Problem description:
Transcribe, without alteration, the line that includes "brief), brief, hopelessYield);" and each line after it until the records end, omitting all that precede it.

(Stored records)
------------------------

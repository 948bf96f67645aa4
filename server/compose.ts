import { systemClock } from './adapters/clock.ts';
import { createPrinter } from './adapters/pdf/printer.ts';
import { createSigner } from './adapters/signer.ts';
import { createStripePayments } from './adapters/stripe-payments.ts';
import type { Config } from './config.ts';
import type { Deps } from './ports.ts';
import { openDatabase } from './store/connection.ts';

/** Puts the real adapters together as the environment says. */
export function composeDeps(config: Config): Deps {
  return {
    db: openDatabase(config.databaseUrl),
    clock: systemClock,
    payments: createStripePayments(config.stripe),
    signer: createSigner(config.tokenSecret),
    printer: createPrinter(),
    publicUrl: config.publicUrl,
    demo: config.demo,
    mailPageUrl: config.mailPageUrl,
  };
}
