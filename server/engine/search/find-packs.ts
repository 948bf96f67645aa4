import {
  aimFrame,
  byCloseness,
  byPriceThenIds,
  nearestCandidates,
  type AimedFrame,
  type Candidate,
} from './candidates.ts';
import { formTimingTables, type TimingTables } from './composites.ts';
import { frameCircuit, framesFor, type Frame } from './frame.ts';
import { guaranteedBand, worseEnd, type GuaranteedBand } from './guaranteed-band.ts';
import { holdsBand, holdsBandAtBest, kitYield, type KitYield } from './kit-yield.ts';
import type { SearchBrief, Shelf } from './shelf.ts';
import type { Circuit } from '../circuit.ts';

export type Rank = 'closest' | 'best-value' | 'steadiest';

/** A candidate with its promise. */
export interface RankedPack extends Candidate, KitYield {
  circuit: Circuit;
  guaranteed: GuaranteedBand;
  topology: 'equal-thresholds' | 'shifted-thresholds';
  wins: Rank[];
}

/** What the search found, best first by the asked rank. */
export interface FoundPacks {
  packs: RankedPack[];
  /** How many combinations the shelf and the rules allow, made or not. */
  considered: number;
}

/** A pack is best value only when at least this share of kits holds the band. */
export const valueYield = 0.99;
/** Below the wanted yield, since a pack a little off the target can be in the band a little more often. */
const hopelessYield = 0.98;
const shortlistLength = 48;
const framesShortlisted = 120;

/**
 * Finds packs for a brief on a shelf, ranked. *Closest* is exact over the whole space: no stocked
 * combination that the rules allow is nearer to the target by |ln(f/target)|. *Best value* is the
 * lowest price among shortlisted packs of which at least 99 % hold the band; *steadiest* has the
 * guaranteed band whose worse end is nearest to the target. Ties are broken by price, part count and
 * ids. The further packs differ from one another in capacitor or comparator.
 * `tables` must have been formed from the shelf's resistors; formed anew when left out. Empty when no frame of the shelf can run the brief.
 */
export function findPacks(
  shelf: Shelf,
  brief: SearchBrief,
  rank: Rank,
  limit: number,
  tables: TimingTables = formTimingTables(shelf.resistors),
): FoundPacks {
  const frames = framesFor(shelf, brief);
  const aimed = frames.map((frame) => aimFrame(frame, brief));
  const closest = aimed
    .flatMap((frame) => nearestCandidates(frame, tables.all, brief, 1))
    .sort(byCloseness);
  const considered = frames.length * tables.all.ohms.length;
  if (closest.length === 0) return { packs: [], considered };
  const steadiest = findSteadiest(aimed, tables, brief);
  const winners: Record<Rank, Candidate | null> = {
    closest: closest[0]!,
    'best-value': betterValue(findBestValue(aimed, tables, brief), steadiest, brief),
    steadiest,
  };
  const packs = arrange(winners, rank, closest, limit).map((candidate) =>
    promise(candidate, brief),
  );
  for (const pack of packs) {
    pack.wins = (Object.keys(winners) as Rank[]).filter((name) => isSamePack(winners[name], pack));
  }
  return { packs, considered };
}

/** The steadiest pack alone, with its promise; null when no frame of the shelf can run the brief. */
export function findSteadiestPack(
  shelf: Shelf,
  brief: SearchBrief,
  tables: TimingTables = formTimingTables(shelf.resistors),
): RankedPack | null {
  const aimed = framesFor(shelf, brief).map((frame) => aimFrame(frame, brief));
  const steadiest = findSteadiest(aimed, tables, brief);
  return steadiest === null ? null : { ...promise(steadiest, brief), wins: ['steadiest'] };
}

/** The winner of the asked rank first, then the other winners, then varied close packs. */
function arrange(
  winners: Record<Rank, Candidate | null>,
  rank: Rank,
  closest: readonly Candidate[],
  limit: number,
): Candidate[] {
  const order: Rank[] = [rank, 'best-value', 'closest', 'steadiest'];
  const chosen: Candidate[] = [];
  const add = (candidate: Candidate | null) => {
    if (
      candidate &&
      chosen.length < limit &&
      !chosen.some((other) => isSamePack(other, candidate))
    ) {
      chosen.push(candidate);
    }
  };
  order.forEach((name) => add(winners[name]));
  const seen = new Set(chosen.map((candidate) => candidate.frame.capacitor.id));
  for (const candidate of closest) {
    if (chosen.length >= limit) break;
    if (seen.has(candidate.frame.capacitor.id)) continue;
    seen.add(candidate.frame.capacitor.id);
    add(candidate);
  }
  for (const candidate of closest) add(candidate);
  return chosen;
}

/** True when two candidates are made of the same parts joined the same way. */
export function isSamePack(a: Candidate | null, b: Candidate): boolean {
  return a !== null && byPriceThenIds(a, b) === 0;
}

/**
 * Adds the promise to a candidate: its nominal circuit, guaranteed band and yield.
 */
export function promise(candidate: Candidate, brief: SearchBrief): RankedPack {
  const guaranteed = guaranteedBand(candidate, brief);
  const { r1, r2, r3 } = candidate.frame.thresholds;
  return {
    ...candidate,
    ...kitYield(candidate, brief, guaranteed),
    circuit: frameCircuit(candidate.frame, brief, candidate.timingOhms),
    guaranteed,
    topology: r1.id === r2.id && r2.id === r3.id ? 'equal-thresholds' : 'shifted-thresholds',
    wins: [],
  };
}

/**
 * The cheapest pack that holds the band often enough; the nearer one among equals in price. Frames go
 * by price, so the walk ends once even the cheapest resistor would make the next one dearer.
 */
function findBestValue(
  aimed: readonly AimedFrame[],
  tables: TimingTables,
  brief: SearchBrief,
): Candidate | null {
  const cheapest = Math.min(...tables.all.resistors.map((part) => part.priceMinor));
  const byPrice = [...aimed].sort((a, b) => a.frame.priceMinor - b.frame.priceMinor);
  const hopeless = createHopeless(brief);
  let best: Candidate | null = null;
  for (const frame of byPrice) {
    if (best !== null && frame.frame.priceMinor + cheapest > best.priceMinor) break;
    if (hopeless(frame.frame)) continue;
    const pool = [
      ...nearestCandidates(frame, tables.singles, brief, 4),
      ...[tables.all, tables.good, tables.precise].flatMap((table) =>
        nearestCandidates(frame, table, brief, 2),
      ),
    ].sort(byValue);
    for (const candidate of pool) {
      if (best !== null && byValue(candidate, best) >= 0) break;
      if (candidate.distance <= Math.log1p(brief.band) && holdsBand(candidate, brief, valueYield)) {
        best = candidate;
        break;
      }
    }
  }
  return best;
}

/** The steadiest pack is best value where it costs less, or where nothing else holds the band. */
function betterValue(
  best: Candidate | null,
  steadiest: Candidate | null,
  brief: SearchBrief,
): Candidate | null {
  if (steadiest === null || (best !== null && byValue(best, steadiest) <= 0)) return best;
  const { yieldWithinBand } = kitYield(steadiest, brief, guaranteedBand(steadiest, brief));
  return yieldWithinBand >= valueYield ? steadiest : best;
}

function byValue(a: Candidate, b: Candidate): number {
  return a.priceMinor - b.priceMinor || byCloseness(a, b);
}

/**
 * Tells frames whose capacitor and thresholds alone spread too far: a perfect timing resistor that hit
 * the target exactly would not hold the band. Remembered by tolerances, which few frames differ in.
 */
function createHopeless(brief: SearchBrief): (frame: Frame) => boolean {
  const known = new Map<string, boolean>();
  return (frame) => {
    const { capacitor, thresholds } = frame;
    const { r1, r2, r3 } = thresholds;
    const key = [
      capacitor.tolerance,
      capacitor.temperatureCoefficientPerKelvin,
      ...[r1, r2, r3].map((part) => part.tolerance),
      r1.ohms / r3.ohms,
      r2.ohms / r3.ohms,
    ].join();
    let answer = known.get(key);
    if (answer === undefined) {
      answer = !holdsBandAtBest(perfectCandidate(frame, brief), brief, hopelessYield);
      known.set(key, answer);
    }
    return answer;
  };
}

function perfectCandidate(frame: Frame, brief: SearchBrief): Candidate {
  const coefficient = -frame.capacitor.temperatureCoefficientPerKelvin;
  return {
    frame,
    timingOhms: 1,
    first: {
      ...frame.thresholds.r3,
      ohms: 1,
      tolerance: 0,
      temperatureCoefficientPerKelvin: coefficient,
    },
    second: null,
    join: null,
    frequencyHz: brief.targetHz,
    distance: 0,
    priceMinor: 0,
  };
}

/** Tolerances of a frame's own parts, a quick bound by which frames are shortlisted. */
function frameTolerance({ capacitor, thresholds: { r1, r2, r3 } }: Frame): number {
  return (
    capacitor.tolerance +
    capacitor.temperatureSpread +
    0.36 * (r1.tolerance + r2.tolerance) +
    0.72 * r3.tolerance
  );
}

/** The same for a whole candidate, its distance from the target included. */
function passiveTolerance(candidate: Candidate): number {
  const timing = Math.max(candidate.first.tolerance, candidate.second?.tolerance ?? 0);
  return candidate.distance + timing + frameTolerance(candidate.frame);
}

function findSteadiest(
  aimed: readonly AimedFrame[],
  tables: TimingTables,
  brief: SearchBrief,
): Candidate | null {
  const reaching = aimed.filter((frame) => frame.reaches);
  const tightest = (reaching.length > 0 ? reaching : [...aimed])
    .sort((a, b) => frameTolerance(a.frame) - frameTolerance(b.frame))
    .slice(0, framesShortlisted);
  const pool = tightest
    .flatMap((frame) =>
      [tables.precise, tables.good, tables.all].flatMap((table) =>
        nearestCandidates(frame, table, brief, 1),
      ),
    )
    .sort((a, b) => passiveTolerance(a) - passiveTolerance(b) || byPriceThenIds(a, b))
    .slice(0, shortlistLength);
  let best: Candidate | null = null;
  let bestEnd = Number.POSITIVE_INFINITY;
  for (const candidate of pool) {
    const end = worseEnd(guaranteedBand(candidate, brief), brief.targetHz);
    if (end < bestEnd - 1e-12) {
      best = candidate;
      bestEnd = end;
    }
  }
  return best;
}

------------------------

Result for this task:
      answer = !holdsBandAtBest(perfectCandidate(frame, brief), brief, hopelessYield);
      known.set(key, answer);
    }
    return answer;
  };
}

function perfectCandidate(frame: Frame, brief: SearchBrief): Candidate {
  const coefficient = -frame.capacitor.temperatureCoefficientPerKelvin;
  return {
    frame,
    timingOhms: 1,
    first: {
      ...frame.thresholds.r3,
      ohms: 1,
      tolerance: 0,
      temperatureCoefficientPerKelvin: coefficient,
    },
    second: null,
    join: null,
    frequencyHz: brief.targetHz,
    distance: 0,
    priceMinor: 0,
  };
}

/** Tolerances of a frame's own parts, a quick bound by which frames are shortlisted. */
function frameTolerance({ capacitor, thresholds: { r1, r2, r3 } }: Frame): number {
  return (
    capacitor.tolerance +
    capacitor.temperatureSpread +
    0.36 * (r1.tolerance + r2.tolerance) +
    0.72 * r3.tolerance
  );
}

/** The same for a whole candidate, its distance from the target included. */
function passiveTolerance(candidate: Candidate): number {
  const timing = Math.max(candidate.first.tolerance, candidate.second?.tolerance ?? 0);
  return candidate.distance + timing + frameTolerance(candidate.frame);
}

function findSteadiest(
  aimed: readonly AimedFrame[],
  tables: TimingTables,
  brief: SearchBrief,
): Candidate | null {
  const reaching = aimed.filter((frame) => frame.reaches);
  const tightest = (reaching.length > 0 ? reaching : [...aimed])
    .sort((a, b) => frameTolerance(a.frame) - frameTolerance(b.frame))
    .slice(0, framesShortlisted);
  const pool = tightest
    .flatMap((frame) =>
      [tables.precise, tables.good, tables.all].flatMap((table) =>
        nearestCandidates(frame, table, brief, 1),
      ),
    )
    .sort((a, b) => passiveTolerance(a) - passiveTolerance(b) || byPriceThenIds(a, b))
    .slice(0, shortlistLength);
  let best: Candidate | null = null;
  let bestEnd = Number.POSITIVE_INFINITY;
  for (const candidate of pool) {
    const end = worseEnd(guaranteedBand(candidate, brief), brief.targetHz);
    if (end < bestEnd - 1e-12) {
      best = candidate;
      bestEnd = end;
    }
  }
  return best;
}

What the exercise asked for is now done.